No. Not anymore. We live in a fast-changing era. Crises become causes, which become memes, and they get widespread coverage in the media. The truth gets lost in the shuffle. Waiting for the lawyers while watching a troll army gin up embarrassing GIFs about your brand is too much to endure.

Just as the lawyers’ job is to protect the company from a legal perspective, it’s the communications team’s mandate to protect the organization’s reputation. Where conflicts arise between the two sides, it’s up to the board and CEO to make the final judgment.
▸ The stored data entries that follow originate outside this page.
//! The elastic catenary member against the closed form, against chains of links, and against
//! the equivalent modulus of a sagging stay.
//!
//! Reference: Irvine, *Cable Structures* (MIT Press 1981), ch. 1, the elastic catenary (from
//! memory, shared REFERENCES §2). With the tension at end a having horizontal component `H`
//! and vertical component `V` (up, along the cable towards b), weight `w` per unstressed
//! length and unstressed length `L0`, the point at unstressed arc length `s` is
//!   `x(s) = H s/EA + (H/w)[asinh((V + w s)/H) − asinh(V/H)]`,
//!   `z(s) = (V s + w s²/2)/EA + (H/w)[√(1 + ((V + w s)/H)²) − √(1 + (V/H)²)]`,
//! and end b carries `(H, V + w L0)`. The check below needs only this forward map: the test
//! picks `H` and `V`, puts end b's load to match, and the solver must put end b at
//! `(x(L0), z(L0))`.

use rigwright_core::Vec3;
use rigwright_core::element::MemberKind;
use rigwright_core::element::response::respond;
use rigwright_core::gallery::hanging_chain;
use rigwright_core::model::{CaseDoc, LoadDoc, MemberDoc, MemberDocKind, NodeDoc, Rest};
use rigwright_core::{Project, Statics};
use rigwright_verification::{model, rel, solve};

/// Irvine's forward map: where end b is, relative to end a, in (horizontal, up) (m).
fn irvine_end(h: f64, v: f64, w: f64, ea: f64, l0: f64) -> (f64, f64) {
    let vb = v + w * l0;
    let x = h * l0 / ea + h / w * ((vb / h).asinh() - (v / h).asinh());
    let z = (v * l0 + 0.5 * w * l0 * l0) / ea + h / w * ((1.0 + (vb / h).powi(2)).sqrt() - (1.0 + (v / h).powi(2)).sqrt());
    (x, z)
}

/// One cable from an anchor at the origin to a free node loaded so that the tension at the
/// anchor is (H, V); drawn straight along the load's direction at its unstressed length.
fn loaded_cable(h: f64, v: f64, w: f64, ea: f64, l0: f64, g: f64) -> Project {
    let mut p = Project::new("one sagging cable");
    p.gravity = (0.0, -g, 0.0);
    let load = (h, v + w * l0);
    let dir = (load.0 / load.0.hypot(load.1), load.1 / load.0.hypot(load.1));
    p.nodes.push(NodeDoc {
        id: "a".into(),
        at: (0.0, 0.0, 0.0),
        mass: 0.0,
        fixed: [true; 3],
    });
    p.nodes.push(NodeDoc {
        id: "b".into(),
        at: (dir.0 * l0, dir.1 * l0, 0.0),
        mass: 0.0,
        fixed: [false, false, true],
    });
    p.members.push(MemberDoc {
        id: "c".into(),
        ends: ("a".into(), "b".into()),
        kind: MemberDocKind::Cable {
            ea,
            rest: Rest::Length(l0),
        },
        mass_per_length: w / g,
        design: None,
    });
    p.cases = vec![CaseDoc {
        name: "pull".into(),
        gravity: 1.0,
        loads: vec![LoadDoc {
            node: "b".into(),
            force: (load.0, load.1, 0.0),
        }],
    }];
    p
}

/// The solver puts the free end of a sagging cable where Irvine's closed form does, to 1e-9 of
/// the cable's length, and the anchor's reaction is (−H, −V) to 1e-9 of the tension: nearly
/// taut, level, inclined with the lower end above the lowest point, deep sag (span far
/// shorter than the cable), and nearly vertical.
#[test]
fn free_end_of_a_sagging_cable_lies_where_irvines_elastic_catenary_puts_it() {
    let g = 9.81;
    // (H, V, w, EA, L0): N, N, N/m, N, m.
    let cases = [
        (1e6, -500.0, 10.0, 1e7, 100.0),       // nearly taut: sag ≈ wL²/(8H) = 1.25 mm
        (2023.1664, -505.0, 10.0, 1e7, 101.0), // level, the REFERENCES check value
        (800.0, -200.0, 10.0, 1e6, 60.0),      // inclined, lowest point inside the span
        (300.0, 150.0, 10.0, 1e6, 60.0),       // lower end above the lowest point
        (50.0, -500.0, 10.0, 1e7, 100.0),      // deep sag: span a fraction of the length
        (1.0, 100.0, 10.0, 1e6, 10.0),         // nearly vertical, rising
        (1.0, -60.0, 10.0, 1e6, 10.0),         // nearly vertical, the lowest point inside
    ];
    for (h, v, w, ea, l0) in cases {
        let m = model(&loaded_cable(h, v, w, ea, l0, g));
        let eq = solve(&m);
        assert!(eq.stability.is_stable(), "H {h} V {v}: {:?}", eq.stability);
        let (x, z) = irvine_end(h, v, w, ea, l0);
        let at = eq.nodes[1].position;
        assert!(
            (at.x - x).abs() <= 1e-9 * l0 && (at.y - z).abs() <= 1e-9 * l0,
            "H {h} V {v}: end at ({}, {}) vs Irvine ({x}, {z})",
            at.x,
            at.y
        );
        let t = h.hypot(v);
        let r = eq.nodes[0].reaction.unwrap();
        assert!(
            (r.x + h).abs() <= 1e-9 * t && (r.y + v).abs() <= 1e-9 * t,
            "H {h} V {v}: reaction {r:?}"
        );
        // The member's reported force is its largest tension, at one of its ends.
        let tb = h.hypot(v + w * l0);
        assert!(
            rel(eq.members[0].force, t.max(tb)) < 1e-9,
            "force {} vs {}",
            eq.members[0].force,
            t.max(tb)
        );
        let sag = eq.members[0].sag.as_ref().expect("a cable with weight reports its sag");
        assert!(rel(sag.horizontal, h) < 1e-9, "H {} vs {h}", sag.horizontal);
        assert!(rel(sag.weight, w * l0) < 1e-12);
    }
}

/// A chain of straight weightless links with the cable's weight lumped at the nodes converges
/// to the elastic catenary member with error ∝ 1/N² (Richardson extrapolation lands on it to
/// 1e-6), and a chain of catenary links gives the one-member answer whatever the number of
/// links (the exact member has no discretisation error).
#[test]
fn chains_of_links_converge_to_the_catenary_member() {
    let (span, length, ea, w, g) = (100.0, 101.0, 1e7, 10.0, 9.81);
    let horizontal = |p: &Project| {
        let eq = solve(&model(p));
        assert!(eq.stability.is_stable(), "{:?}", eq.stability);
        eq.nodes[0].reaction.unwrap().x.abs()
    };
    let exact = horizontal(&hanging_chain(1, span, length, ea, w, g, 0.0));
    // The REFERENCES check value, computed from Irvine's equations (8 figures given).
    assert!(rel(exact, 2023.1664) < 1e-7, "one member: H = {exact}");
    for links in [2, 5, 40] {
        let h = horizontal(&hanging_chain(links, span, length, ea, w, g, 6.0));
        assert!(rel(h, exact) < 1e-9, "{links} catenary links: H = {h} vs {exact}");
    }
    let lumped = |links: usize| {
        let mut p = hanging_chain(links, span, length, ea, w, g, 6.0);
        let link_mass = w / g * length / links as f64;
        for m in &mut p.members {
            m.mass_per_length = 0.0;
        }
        for (k, n) in p.nodes.iter_mut().enumerate() {
            n.mass = if k == 0 || k == links { 0.5 } else { 1.0 } * link_mass;
        }
        horizontal(&p)
    };
    let (h10, h20, h40) = (lumped(10), lumped(20), lumped(40));
    let (e10, e20, e40) = ((h10 - exact).abs(), (h20 - exact).abs(), (h40 - exact).abs());
    let (r1, r2) = (e10 / e20, e20 / e40);
    assert!(
        (3.5..4.5).contains(&r1) && (3.5..4.5).contains(&r2),
        "ratios {r1} {r2}; H = {h10} {h20} {h40} vs {exact}"
    );
    let h_inf = h40 + (h40 - h20) / 3.0;
    assert!(rel(h_inf, exact) < 1e-6, "extrapolated H = {h_inf} vs {exact}");
}

/// Mid-span sag of a level elastic catenary (Irvine 1981, ch. 1):
/// `d = w L0²/(8 EA) + (H/w)(√(1 + (w L0/(2H))²) − 1)`, reported by the member to 1e-9.
#[test]
fn mid_span_sag_of_a_level_cable_matches_irvine() {
    let (span, length, ea, w, g) = (100.0, 101.0, 1e7, 10.0, 9.81);
    let eq = solve(&model(&hanging_chain(1, span, length, ea, w, g, 0.0)));
    let sag = eq.members[0].sag.as_ref().unwrap();
    let h = sag.horizontal;
    let d = w * length * length / (8.0 * ea) + h / w * ((1.0 + (w * length / (2.0 * h)).powi(2)).sqrt() - 1.0);
    assert!((sag.mid_span_sag - d).abs() < 1e-9 * span, "{} vs {d}", sag.mid_span_sag);
    // The REFERENCES check value.
    assert!((d - 6.20867).abs() < 1e-5, "{d}");
    // Level: the largest distance from the chord is at mid-span too.
    assert!((sag.sag - d).abs() < 1e-9 * span);
    assert!(rel(sag.tension_a, sag.tension_b) < 1e-12, "{} {}", sag.tension_a, sag.tension_b);
}

/// The stiffness of a shallow sagging stay along its chord is Ernst's equivalent modulus:
/// `EA_eq = EA / (1 + (w l)² EA / (12 T³))` over the chord length (Ernst 1965, *Der
/// Bauingenieur* 40(2), from memory; shared REFERENCES §2). The formula is the parabolic
/// approximation for a level stay, neglecting terms of relative order 8 (d/l)² and T/EA (each
/// below 1e-3 here), so the check is to 2e-3 at a sag d of about 1 % of the span, where the
/// sag term makes the stay about twice as soft as EA/L.
#[test]
fn chord_stiffness_of_a_shallow_stay_is_ernsts_equivalent_modulus() {
    let (ea, q, span) = (2e8, 40.0, 200.0);
    // Tension giving a sag of about 1 % (T ≈ w l²/(8 d) = 100 kN), then the cable that has it.
    let t = 100_000.0;
    let l0 = rigwright_core::element::catenary::rest_length_for(
        ea,
        q,
        span,
        0.0,
        rigwright_core::element::catenary::GivenTension::Horizontal(t),
    )
    .unwrap();
    let kind = MemberKind::Cable { ea, l0 };
    let gravity = Vec3::new(0.0, 0.0, -9.81);
    let chord = Vec3::new(span, 0.0, 0.0);
    let r = respond(&kind, q / 9.81, &chord, &gravity, &Vec3::zeros()).unwrap();
    let k = r.elastic + r.geometric;
    let along = k[(0, 0)];
    let ernst = ea / (1.0 + (q * span).powi(2) * ea / (12.0 * t.powi(3))) / span;
    assert!(ernst < 0.5 * ea / span, "the sag term matters here");
    assert!(rel(along, ernst) < 2e-3, "chord stiffness {along} vs Ernst {ernst} N/m");
}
More important than butting heads though, is finding a middle ground. Where once the CEO had only a shield, by listening to our counsel, they may gain a sword. Whereas in the past, we may have merely been viewed as the "press release people," today we are the hub connecting corporation and consumers. Our ability to be out-front – human, contrite, and helpful even as answers are sought – can work wonders to keep a spark of bad news from becoming a conflagration.  

No
Aaron Kwittken,
CEO, Kwittken
More than two decades of experience counseling blue-chip clients such as American Express, IBM, Goldman Sachs, and Yahoo

Let me start by saying this is a bit of a specious argument to begin with, because it assumes that this conflict is a zero sum game – which of course it is not. Most lawyers are not PR professionals, and few comms practitioners are also lawyers, though many hybrids do exist.

In high-stakes communications situations and especially litigation communications, the lawyers’ input and guidance is critical for both successful legal and reputation outcomes.

The discord between PR people and the lawyers in the run up to high-stakes comms events is usually a result of the communications people not understanding legal counsels’ view, or even worse, not understanding the complexity of the situation. Sometimes, it’s because the PR person lacks internal clout and the experience to stand their ground or just never had a seat at the table to begin with.

When the legal communications strategy is in dispute, it is best to at least appear to work with counsel – not against – and in partnership with the executive in charge of the situation to plan the best way forward.

In my experience, there are simple ways to ensure communications is aligned with legal.

Start by agreeing on what success looks like and what you are jointly trying to accomplish. Remind the counsel that you actually have shared objectives – to control the story and minimize any risk to the company and its key stakeholders.

Secondly, do your homework. Dive deep into the issue at hand so that counsel knows you have as much, if not more knowledge than they do. Also, make counsel part of your team and not just the last stop on the approval wagon. Doing so will allow you to dimensionalize and contextualize the issue and strategy on an ongoing basis.

Lean heavily on the corporate executive in charge of the issue to help you push back against counsel when needed, using business rationale to advocate your way of doing things.

And check your ego – and that of your firm’s – at the door. Face it. Lawyers are wired to say no and PR people are wired to say go, but that doesn’t mean that sometimes we cannot have a friction-free relationship.


PRWeek's View: Communicators should not be shy voicing their opinions during a crisis, even if those views contrast with those of the legal department. Of course, it’s ultimately the call of the CEO as to what decision is made.